My daughter wants me to sand and refinish a parquet floor. If I use a drum sander like I have used on oak plank flooring I will sand half of each parquet tile across the grain. How do I avoid this or do I just use a fine finishing sand paper and live with it. What is the best way to apply finish to parquet. Thank you for your help.
BJ
Replies
Parquet floors are very challenging to re-finish, they are best left to a pro who knows what he's doing. Lot's of guys finish floors on a professional basis and have never sanded parquet.
I don't put the drum or belt to any parquet or patterned floors, I sand them with my orbital machines.

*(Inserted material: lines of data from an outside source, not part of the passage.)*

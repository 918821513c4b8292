// Generated from schemas/gain-module.schema.json; see schemas/generate.mjs.
import type { Condition, SectionSchema } from '../schema.ts';
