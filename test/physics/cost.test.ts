import { describe, expect, it } from 'vitest';
import { gainShares, roundTripGain } from '../../extension/core/physics/cavity.ts';
import { integratePulse } from '../../extension/core/physics/rate-equations.ts';
import { photonsBehindSwitch } from '../../extension/core/physics/spontaneous-start.ts';
import { type Changes, cavityAndStore, flatModule, moduleWith, outcomeOf } from './modules.ts';

function statisticsOf(changes: Changes, base = moduleWith({})) {
  const module = moduleWith(changes, base);
  const { cavity, store } = cavityAndStore(module);
  const photons = photonsBehindSwitch(cavity, roundTripGain(cavity, store.ions));
  const pulse = integratePulse(cavity, gainShares(cavity, store.ions), photons, module.qSwitch.gate);
  if (!pulse) throw new Error('no pulse');
  return pulse.statistics;
}

// Counts, not times: they are the same on every machine. The bounds lie about a third above what was counted.
describe('what a time integration costs', () => {
  it.each([
    ['the demo module with its 5 ns ramp', { qSwitch: { closedLoss: 0.995, openingTime: 5e-9 } }, 1250],
    ['the same opened at once', { qSwitch: { closedLoss: 0.995 } }, 920],
    ['a ramp of 150 ns', { qSwitch: { closedLoss: 0.995, openingTime: 150e-9 } }, 2150],
  ])('%s', (_, changes, bound) => {
    expect(statisticsOf(changes).evaluations).toBeLessThan(bound);
  });

  it('is no more evaluations for twenty rings than for one inversion', () => {
    expect(statisticsOf({}, flatModule({ pump: { power: 200 } })).evaluations).toBeLessThan(950);
  });

  it('is nothing for a train that the depletion form follows', () => {
    expect(outcomeOf(moduleWith({})).train.work).toEqual({ openings: 1, steps: 0 });
  });
});
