//! What can be wrong with a sensor: each kind with the ranges that its parameters are drawn from.
//!
//! Sizes are in standard deviations of the sensor's noise (σ), instants in parts of the run, so
//! that one table serves every instrument and every length of run. [`curve`] holds the drifts,
//! [`disturbance`] what happens to single readings and whole streams.

pub mod curve;
pub mod disturbance;

use crate::instrument::Instrument;
use crate::range::{Draw, Duty, Range};
use curve::Curve;
use disturbance::Disturbance;
use serde::Serialize;

/// One kind of behaviour.
#[derive(Clone, Copy, Debug, PartialEq, Serialize)]
#[serde(tag = "kind", rename_all = "kebab-case")]
pub enum Behaviour {
    /// No drift, correlated noise.
    Steady,
    /// From the onset on, the error changes evenly.
    Linear {
        /// Beginning, in parts of the run.
        onset: Range,
        /// Change from the onset to the end of the run, σ; its sign is drawn.
        change: Range,
    },
    /// Ageing that slows down: exponential approach to a final error.
    Exponential {
        /// Beginning, in parts of the run.
        onset: Range,
        /// Final error, σ.
        change: Range,
        /// Time constant, in parts of the run.
        time_constant: Range,
    },
    /// Ageing that speeds up: quadratic in time.
    Quadratic {
        /// Beginning, in parts of the run.
        onset: Range,
        /// Change from the onset to the end of the run, σ.
        change: Range,
    },
    /// Fouling that grows evenly until the sensor is cleaned, again and again.
    SawTooth {
        /// Days from cleaning to cleaning.
        period_days: Range,
        /// Error just before a cleaning, σ.
        height: Range,
    },
    /// The error jumps once.
    Step {
        /// When, in parts of the run.
        at: Range,
        /// By how much, σ; its sign is drawn.
        size: Range,
    },
    /// The sensor repeats one value until the end.
    Stuck {
        /// From when on, in parts of the run.
        at: Range,
    },
    /// Single readings far off, and bursts of several in a row; no drift.
    Spikes {
        /// Mean days between two disturbances.
        every_days: Range,
        /// How far off, σ; the sign is drawn each time.
        height: Range,
        /// Longest burst, readings.
        longest: u32,
    },
    /// The sensor feels the daily temperature: a sine of one day in the error; no drift.
    DailyCycle {
        /// Amplitude, σ.
        amplitude: Range,
    },
    /// The reference misses half of its values for a day, then falls silent.
    ReferenceDying {
        /// Silence, in parts of the run.
        at: Range,
    },
    /// The sensor sends nothing for a while.
    DataGap {
        /// Beginning, in parts of the run.
        at: Range,
        /// How long, days.
        length_days: Range,
    },
}

/// One drawn parameter, beside the range that it came from.
#[derive(Clone, Debug, PartialEq, Serialize)]
pub struct Drawn {
    /// What it is.
    pub name: &'static str,
    /// Its value, with its sign.
    pub value: f64,
    /// What the value counts: a unit, or `1` for a part of the run.
    pub unit: &'static str,
    /// The stated range, in σ where the behaviour counts so.
    pub range: Range,
}

/// Everything drawn for one sensor.
#[derive(Clone, Debug)]
pub struct Planted {
    /// The systematic error over time.
    pub curve: Curve,
    /// What happens to readings.
    pub disturbance: Disturbance,
    /// The drawn parameters.
    pub drawn: Vec<Drawn>,
}

impl Behaviour {
    /// The behaviour's name in lists and documents.
    #[must_use]
    pub fn name(&self) -> &'static str {
        match self {
            Self::Steady => "steady",
            Self::Linear { .. } => "linear",
            Self::Exponential { .. } => "ageing-exponential",
            Self::Quadratic { .. } => "ageing-quadratic",
            Self::SawTooth { .. } => "saw-tooth",
            Self::Step { .. } => "step",
            Self::Stuck { .. } => "stuck",
            Self::Spikes { .. } => "spikes",
            Self::DailyCycle { .. } => "daily-cycle",
            Self::ReferenceDying { .. } => "reference-dying",
            Self::DataGap { .. } => "data-gap",
        }
    }

    /// Its stated ranges: name, unit (`sigma`, `d`, or `run` for parts of the run), range.
    #[must_use]
    pub fn ranges(&self) -> Vec<(&'static str, &'static str, Range)> {
        match *self {
            Self::Steady => Vec::new(),
            Self::Linear { onset, change } | Self::Quadratic { onset, change } => {
                vec![("onset", "run", onset), ("change", "sigma", change)]
            }
            Self::Exponential {
                onset,
                change,
                time_constant,
            } => vec![
                ("onset", "run", onset),
                ("change", "sigma", change),
                ("time_constant", "run", time_constant),
            ],
            Self::SawTooth {
                period_days,
                height,
            } => {
                vec![("period", "d", period_days), ("height", "sigma", height)]
            }
            Self::Step { at, size } => vec![("at", "run", at), ("size", "sigma", size)],
            Self::Stuck { at } | Self::ReferenceDying { at } => vec![("at", "run", at)],
            Self::Spikes {
                every_days, height, ..
            } => {
                vec![("every", "d", every_days), ("height", "sigma", height)]
            }
            Self::DailyCycle { amplitude } => vec![("amplitude", "sigma", amplitude)],
            Self::DataGap { at, length_days } => {
                vec![("at", "run", at), ("length", "d", length_days)]
            }
        }
    }

    /// Draws the parameters for the instrument at `position`, for a run laid out over `days`.
    #[must_use]
    pub fn draw(&self, instrument: &Instrument, position: usize, seed: u64, days: f64) -> Planted {
        let mut source = Draw::new(seed, position, Duty::Parameters);
        let sign = if self.is_signed() { source.sign() } else { 1.0 };
        let drawn: Vec<Drawn> = self
            .ranges()
            .into_iter()
            .map(|(name, counted_in, range)| {
                let drawn = source.from(range);
                let (value, unit) = match counted_in {
                    "sigma" => (sign * drawn * instrument.noise, instrument.unit),
                    "run" => (drawn * days, "d"),
                    _ => (drawn, "d"),
                };
                Drawn {
                    name,
                    value,
                    unit,
                    range,
                }
            })
            .collect();
        let phase = source.unit();
        let value = |name: &str| {
            drawn
                .iter()
                .find(|d| d.name == name)
                .map_or(0.0, |d| d.value)
        };
        let curve = self.curve(&value, phase, days);
        let disturbance = self.disturbance(&value);
        Planted {
            curve,
            disturbance,
            drawn,
        }
    }

    /// Whether its sizes may have either sign; spikes draw theirs one by one.
    fn is_signed(&self) -> bool {
        !matches!(self, Self::Spikes { .. } | Self::DailyCycle { .. })
    }

    /// The systematic error with the drawn values.
    fn curve(&self, value: &dyn Fn(&str) -> f64, phase: f64, days: f64) -> Curve {
        let onset = value("onset");
        let change = value("change");
        match self {
            Self::Linear { .. } => Curve::Linear {
                onset,
                rate: change / (days - onset),
            },
            Self::Exponential { .. } => Curve::Exponential {
                onset,
                change,
                time_constant: value("time_constant"),
            },
            Self::Quadratic { .. } => Curve::Quadratic {
                onset,
                factor: change / ((days - onset) * (days - onset)),
            },
            Self::SawTooth { .. } => Curve::SawTooth {
                period: value("period"),
                height: value("height"),
            },
            Self::Step { .. } => Curve::Step {
                at: value("at"),
                size: value("size"),
            },
            Self::DailyCycle { .. } => Curve::DailyCycle {
                amplitude: value("amplitude"),
                phase,
            },
            _ => Curve::None,
        }
    }

    /// What happens to readings with the drawn values.
    fn disturbance(&self, value: &dyn Fn(&str) -> f64) -> Disturbance {
        let at = value("at");
        match *self {
            Self::Stuck { .. } => Disturbance::Stuck { at },
            Self::Spikes { longest, .. } => Disturbance::Spikes {
                every: value("every"),
                height: value("height"),
                longest,
            },
            Self::ReferenceDying { .. } => Disturbance::ReferenceDying { at },
            Self::DataGap { .. } => Disturbance::DataGap {
                from: at,
                to: at + value("length"),
            },
            _ => Disturbance::None,
        }
    }
}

An OMU sanding sealer or non-waxed shellac MUST be used as a first coat. Depending on the species, you may experience tannin bleed with a water-borne sealer. This bleeding will create streaks where you crossed the grain. Quality OMU top coats should also be used unless you're experienced with water-borne finishes.
Ditch
Ditch and Greg, Thanks a bunch. I can see that it's a good thing that I'm retired and have all the time in the world to fix my mistakes when I start this job LOL
BJGardening, cooking and woodworking in Southern Maryland
This sounds like it would be perfect for the new random orbit floor machines.
AndyE said that he used one on his new house. It was slow, but easy to control.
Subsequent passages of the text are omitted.